● **Activity**
The answer must consist of the records below, repeated exactly.

● **Records for this task**
┄┄┄┄┄┄┄┄┄┄

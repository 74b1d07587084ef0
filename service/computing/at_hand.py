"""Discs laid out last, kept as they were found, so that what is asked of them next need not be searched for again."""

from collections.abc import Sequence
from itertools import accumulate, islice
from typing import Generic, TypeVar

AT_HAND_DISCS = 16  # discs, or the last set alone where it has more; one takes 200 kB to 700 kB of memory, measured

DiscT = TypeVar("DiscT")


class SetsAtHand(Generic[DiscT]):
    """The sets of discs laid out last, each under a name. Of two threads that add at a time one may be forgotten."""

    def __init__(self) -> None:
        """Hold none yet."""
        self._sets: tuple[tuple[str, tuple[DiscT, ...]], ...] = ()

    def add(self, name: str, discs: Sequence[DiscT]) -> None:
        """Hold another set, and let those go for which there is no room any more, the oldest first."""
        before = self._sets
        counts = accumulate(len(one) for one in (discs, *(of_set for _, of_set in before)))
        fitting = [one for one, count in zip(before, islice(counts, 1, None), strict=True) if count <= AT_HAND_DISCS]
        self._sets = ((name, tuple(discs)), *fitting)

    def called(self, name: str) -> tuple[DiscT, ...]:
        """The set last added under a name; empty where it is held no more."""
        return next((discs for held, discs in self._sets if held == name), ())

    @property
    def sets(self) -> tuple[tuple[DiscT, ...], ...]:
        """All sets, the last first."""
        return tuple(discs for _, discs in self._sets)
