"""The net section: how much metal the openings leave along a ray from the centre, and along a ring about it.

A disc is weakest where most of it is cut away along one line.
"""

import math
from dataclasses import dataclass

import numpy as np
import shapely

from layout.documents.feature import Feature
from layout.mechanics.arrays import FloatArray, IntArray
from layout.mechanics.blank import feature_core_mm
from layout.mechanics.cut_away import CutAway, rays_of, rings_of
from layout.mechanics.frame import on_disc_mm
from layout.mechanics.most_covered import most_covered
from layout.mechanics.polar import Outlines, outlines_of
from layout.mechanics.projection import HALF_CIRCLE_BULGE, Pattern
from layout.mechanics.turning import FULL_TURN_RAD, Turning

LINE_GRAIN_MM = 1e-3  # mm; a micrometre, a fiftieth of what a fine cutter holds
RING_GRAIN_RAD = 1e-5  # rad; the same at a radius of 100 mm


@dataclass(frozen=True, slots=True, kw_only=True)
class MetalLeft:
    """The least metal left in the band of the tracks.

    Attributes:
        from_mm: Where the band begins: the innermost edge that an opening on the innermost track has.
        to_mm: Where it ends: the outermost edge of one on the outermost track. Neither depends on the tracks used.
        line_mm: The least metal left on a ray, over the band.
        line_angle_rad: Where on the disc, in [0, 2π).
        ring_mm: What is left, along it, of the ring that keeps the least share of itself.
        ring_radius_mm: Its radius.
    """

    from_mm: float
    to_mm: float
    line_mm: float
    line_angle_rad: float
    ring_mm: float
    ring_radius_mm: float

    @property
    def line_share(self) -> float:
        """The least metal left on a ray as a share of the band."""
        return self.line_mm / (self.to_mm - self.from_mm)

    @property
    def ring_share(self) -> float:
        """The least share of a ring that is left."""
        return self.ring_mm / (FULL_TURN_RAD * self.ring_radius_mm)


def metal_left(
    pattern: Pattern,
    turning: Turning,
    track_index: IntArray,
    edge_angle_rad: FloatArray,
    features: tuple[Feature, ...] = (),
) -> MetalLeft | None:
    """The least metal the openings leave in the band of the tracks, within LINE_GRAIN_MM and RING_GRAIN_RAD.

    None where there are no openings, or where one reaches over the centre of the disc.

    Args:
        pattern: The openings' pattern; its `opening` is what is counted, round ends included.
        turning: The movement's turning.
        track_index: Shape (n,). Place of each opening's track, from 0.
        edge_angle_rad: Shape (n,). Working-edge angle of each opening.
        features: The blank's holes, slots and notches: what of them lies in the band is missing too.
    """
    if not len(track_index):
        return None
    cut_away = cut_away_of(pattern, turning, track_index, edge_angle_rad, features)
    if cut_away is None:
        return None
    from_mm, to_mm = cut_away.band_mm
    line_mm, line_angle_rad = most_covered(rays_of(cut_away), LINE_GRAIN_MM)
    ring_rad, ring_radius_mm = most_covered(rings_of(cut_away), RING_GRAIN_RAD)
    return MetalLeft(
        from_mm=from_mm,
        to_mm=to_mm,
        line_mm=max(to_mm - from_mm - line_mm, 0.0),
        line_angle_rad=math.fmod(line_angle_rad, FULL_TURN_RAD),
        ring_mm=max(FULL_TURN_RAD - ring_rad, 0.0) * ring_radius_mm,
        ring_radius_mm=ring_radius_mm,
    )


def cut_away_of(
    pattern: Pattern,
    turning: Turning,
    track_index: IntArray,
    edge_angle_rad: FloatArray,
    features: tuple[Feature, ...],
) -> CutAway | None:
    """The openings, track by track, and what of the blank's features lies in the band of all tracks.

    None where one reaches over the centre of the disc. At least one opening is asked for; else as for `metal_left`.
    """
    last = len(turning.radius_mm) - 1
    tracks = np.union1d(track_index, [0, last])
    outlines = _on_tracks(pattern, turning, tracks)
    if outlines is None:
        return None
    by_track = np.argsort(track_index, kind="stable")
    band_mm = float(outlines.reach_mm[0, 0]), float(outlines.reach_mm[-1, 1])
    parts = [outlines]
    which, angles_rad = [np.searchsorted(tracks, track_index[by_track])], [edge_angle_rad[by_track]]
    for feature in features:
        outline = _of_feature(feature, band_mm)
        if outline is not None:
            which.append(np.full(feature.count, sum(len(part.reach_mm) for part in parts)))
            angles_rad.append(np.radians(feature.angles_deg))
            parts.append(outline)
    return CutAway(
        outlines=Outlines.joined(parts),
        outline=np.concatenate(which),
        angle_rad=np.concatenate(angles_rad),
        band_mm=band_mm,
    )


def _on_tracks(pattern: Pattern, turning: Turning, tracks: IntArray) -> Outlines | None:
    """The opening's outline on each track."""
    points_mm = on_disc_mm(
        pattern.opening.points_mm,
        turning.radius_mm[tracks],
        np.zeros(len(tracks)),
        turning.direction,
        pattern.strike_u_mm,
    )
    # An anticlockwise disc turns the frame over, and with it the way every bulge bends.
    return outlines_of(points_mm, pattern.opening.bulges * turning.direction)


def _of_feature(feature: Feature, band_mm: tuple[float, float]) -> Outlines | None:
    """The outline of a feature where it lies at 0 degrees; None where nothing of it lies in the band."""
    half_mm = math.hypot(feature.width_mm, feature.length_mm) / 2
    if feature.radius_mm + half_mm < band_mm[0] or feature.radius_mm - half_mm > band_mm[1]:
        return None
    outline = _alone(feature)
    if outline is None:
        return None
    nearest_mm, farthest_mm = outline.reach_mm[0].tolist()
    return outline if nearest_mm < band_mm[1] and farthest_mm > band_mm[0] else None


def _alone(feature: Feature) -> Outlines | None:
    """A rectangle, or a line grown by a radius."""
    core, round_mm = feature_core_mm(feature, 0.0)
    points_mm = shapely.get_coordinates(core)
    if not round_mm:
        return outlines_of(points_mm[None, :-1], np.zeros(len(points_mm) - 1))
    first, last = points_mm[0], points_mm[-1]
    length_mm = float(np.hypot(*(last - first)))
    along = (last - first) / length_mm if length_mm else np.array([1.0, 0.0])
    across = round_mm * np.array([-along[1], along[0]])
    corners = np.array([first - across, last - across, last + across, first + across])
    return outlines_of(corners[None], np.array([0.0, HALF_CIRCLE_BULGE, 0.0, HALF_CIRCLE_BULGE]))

┄┄┄┄┄┄┄┄┄┄

● **Written response**
repository 74b1d07587084ef0
filename service/computing/at_hand.py
"""Discs laid out last, kept as they were found, so that what is asked of them next need not be searched for again."""

from collections.abc import Sequence
from itertools import accumulate, islice
from typing import Generic, TypeVar

AT_HAND_DISCS = 16  # discs, or the last set alone where it has more; one takes 200 kB to 700 kB of memory, measured

DiscT = TypeVar("DiscT")


class SetsAtHand(Generic[DiscT]):
    """The sets of discs laid out last, each under a name. Of two threads that add at a time one may be forgotten."""

    def __init__(self) -> None:
        """Hold none yet."""
        self._sets: tuple[tuple[str, tuple[DiscT, ...]], ...] = ()

    def add(self, name: str, discs: Sequence[DiscT]) -> None:
        """Hold another set, and let those go for which there is no room any more, the oldest first."""
        before = self._sets
        counts = accumulate(len(one) for one in (discs, *(of_set for _, of_set in before)))
        fitting = [one for one, count in zip(before, islice(counts, 1, None), strict=True) if count <= AT_HAND_DISCS]
        self._sets = ((name, tuple(discs)), *fitting)

    def called(self, name: str) -> tuple[DiscT, ...]:
        """The set last added under a name; empty where it is held no more."""
        return next((discs for held, discs in self._sets if held == name), ())

    @property
    def sets(self) -> tuple[tuple[DiscT, ...], ...]:
        """All sets, the last first."""
        return tuple(discs for _, discs in self._sets)
"""The net section: how much metal the openings leave along a ray from the centre, and along a ring about it.

A disc is weakest where most of it is cut away along one line.
"""

import math
from dataclasses import dataclass

import numpy as np
import shapely

from layout.documents.feature import Feature
from layout.mechanics.arrays import FloatArray, IntArray
from layout.mechanics.blank import feature_core_mm
from layout.mechanics.cut_away import CutAway, rays_of, rings_of
from layout.mechanics.frame import on_disc_mm
from layout.mechanics.most_covered import most_covered
from layout.mechanics.polar import Outlines, outlines_of
from layout.mechanics.projection import HALF_CIRCLE_BULGE, Pattern
from layout.mechanics.turning import FULL_TURN_RAD, Turning

LINE_GRAIN_MM = 1e-3  # mm; a micrometre, a fiftieth of what a fine cutter holds
RING_GRAIN_RAD = 1e-5  # rad; the same at a radius of 100 mm


@dataclass(frozen=True, slots=True, kw_only=True)
class MetalLeft:
    """The least metal left in the band of the tracks.

    Attributes:
        from_mm: Where the band begins: the innermost edge that an opening on the innermost track has.
        to_mm: Where it ends: the outermost edge of one on the outermost track. Neither depends on the tracks used.
        line_mm: The least metal left on a ray, over the band.
        line_angle_rad: Where on the disc, in [0, 2π).
        ring_mm: What is left, along it, of the ring that keeps the least share of itself.
        ring_radius_mm: Its radius.
    """

    from_mm: float
    to_mm: float
    line_mm: float
    line_angle_rad: float
    ring_mm: float
    ring_radius_mm: float

    @property
    def line_share(self) -> float:
        """The least metal left on a ray as a share of the band."""
        return self.line_mm / (self.to_mm - self.from_mm)

    @property
    def ring_share(self) -> float:
        """The least share of a ring that is left."""
        return self.ring_mm / (FULL_TURN_RAD * self.ring_radius_mm)


def metal_left(
    pattern: Pattern,
    turning: Turning,
    track_index: IntArray,
    edge_angle_rad: FloatArray,
    features: tuple[Feature, ...] = (),
) -> MetalLeft | None:
    """The least metal the openings leave in the band of the tracks, within LINE_GRAIN_MM and RING_GRAIN_RAD.

    None where there are no openings, or where one reaches over the centre of the disc.

    Args:
        pattern: The openings' pattern; its `opening` is what is counted, round ends included.
        turning: The movement's turning.
        track_index: Shape (n,). Place of each opening's track, from 0.
        edge_angle_rad: Shape (n,). Working-edge angle of each opening.
        features: The blank's holes, slots and notches: what of them lies in the band is missing too.
    """
    if not len(track_index):
        return None
    cut_away = cut_away_of(pattern, turning, track_index, edge_angle_rad, features)
    if cut_away is None:
        return None
    from_mm, to_mm = cut_away.band_mm
    line_mm, line_angle_rad = most_covered(rays_of(cut_away), LINE_GRAIN_MM)
    ring_rad, ring_radius_mm = most_covered(rings_of(cut_away), RING_GRAIN_RAD)
    return MetalLeft(
        from_mm=from_mm,
        to_mm=to_mm,
        line_mm=max(to_mm - from_mm - line_mm, 0.0),
        line_angle_rad=math.fmod(line_angle_rad, FULL_TURN_RAD),
        ring_mm=max(FULL_TURN_RAD - ring_rad, 0.0) * ring_radius_mm,
        ring_radius_mm=ring_radius_mm,
    )


def cut_away_of(
    pattern: Pattern,
    turning: Turning,
    track_index: IntArray,
    edge_angle_rad: FloatArray,
    features: tuple[Feature, ...],
) -> CutAway | None:
    """The openings, track by track, and what of the blank's features lies in the band of all tracks.

    None where one reaches over the centre of the disc. At least one opening is asked for; else as for `metal_left`.
    """
    last = len(turning.radius_mm) - 1
    tracks = np.union1d(track_index, [0, last])
    outlines = _on_tracks(pattern, turning, tracks)
    if outlines is None:
        return None
    by_track = np.argsort(track_index, kind="stable")
    band_mm = float(outlines.reach_mm[0, 0]), float(outlines.reach_mm[-1, 1])
    parts = [outlines]
    which, angles_rad = [np.searchsorted(tracks, track_index[by_track])], [edge_angle_rad[by_track]]
    for feature in features:
        outline = _of_feature(feature, band_mm)
        if outline is not None:
            which.append(np.full(feature.count, sum(len(part.reach_mm) for part in parts)))
            angles_rad.append(np.radians(feature.angles_deg))
            parts.append(outline)
    return CutAway(
        outlines=Outlines.joined(parts),
        outline=np.concatenate(which),
        angle_rad=np.concatenate(angles_rad),
        band_mm=band_mm,
    )


def _on_tracks(pattern: Pattern, turning: Turning, tracks: IntArray) -> Outlines | None:
    """The opening's outline on each track."""
    points_mm = on_disc_mm(
        pattern.opening.points_mm,
        turning.radius_mm[tracks],
        np.zeros(len(tracks)),
        turning.direction,
        pattern.strike_u_mm,
    )
    # An anticlockwise disc turns the frame over, and with it the way every bulge bends.
    return outlines_of(points_mm, pattern.opening.bulges * turning.direction)


def _of_feature(feature: Feature, band_mm: tuple[float, float]) -> Outlines | None:
    """The outline of a feature where it lies at 0 degrees; None where nothing of it lies in the band."""
    half_mm = math.hypot(feature.width_mm, feature.length_mm) / 2
    if feature.radius_mm + half_mm < band_mm[0] or feature.radius_mm - half_mm > band_mm[1]:
        return None
    outline = _alone(feature)
    if outline is None:
        return None
    nearest_mm, farthest_mm = outline.reach_mm[0].tolist()
    return outline if nearest_mm < band_mm[1] and farthest_mm > band_mm[0] else None


def _alone(feature: Feature) -> Outlines | None:
    """A rectangle, or a line grown by a radius."""
    core, round_mm = feature_core_mm(feature, 0.0)
    points_mm = shapely.get_coordinates(core)
    if not round_mm:
        return outlines_of(points_mm[None, :-1], np.zeros(len(points_mm) - 1))
    first, last = points_mm[0], points_mm[-1]
    length_mm = float(np.hypot(*(last - first)))
    along = (last - first) / length_mm if length_mm else np.array([1.0, 0.0])
    across = round_mm * np.array([-along[1], along[0]])
    corners = np.array([first - across, last - across, last + across, first + across])
    return outlines_of(corners[None], np.array([0.0, HALF_CIRCLE_BULGE, 0.0, HALF_CIRCLE_BULGE]))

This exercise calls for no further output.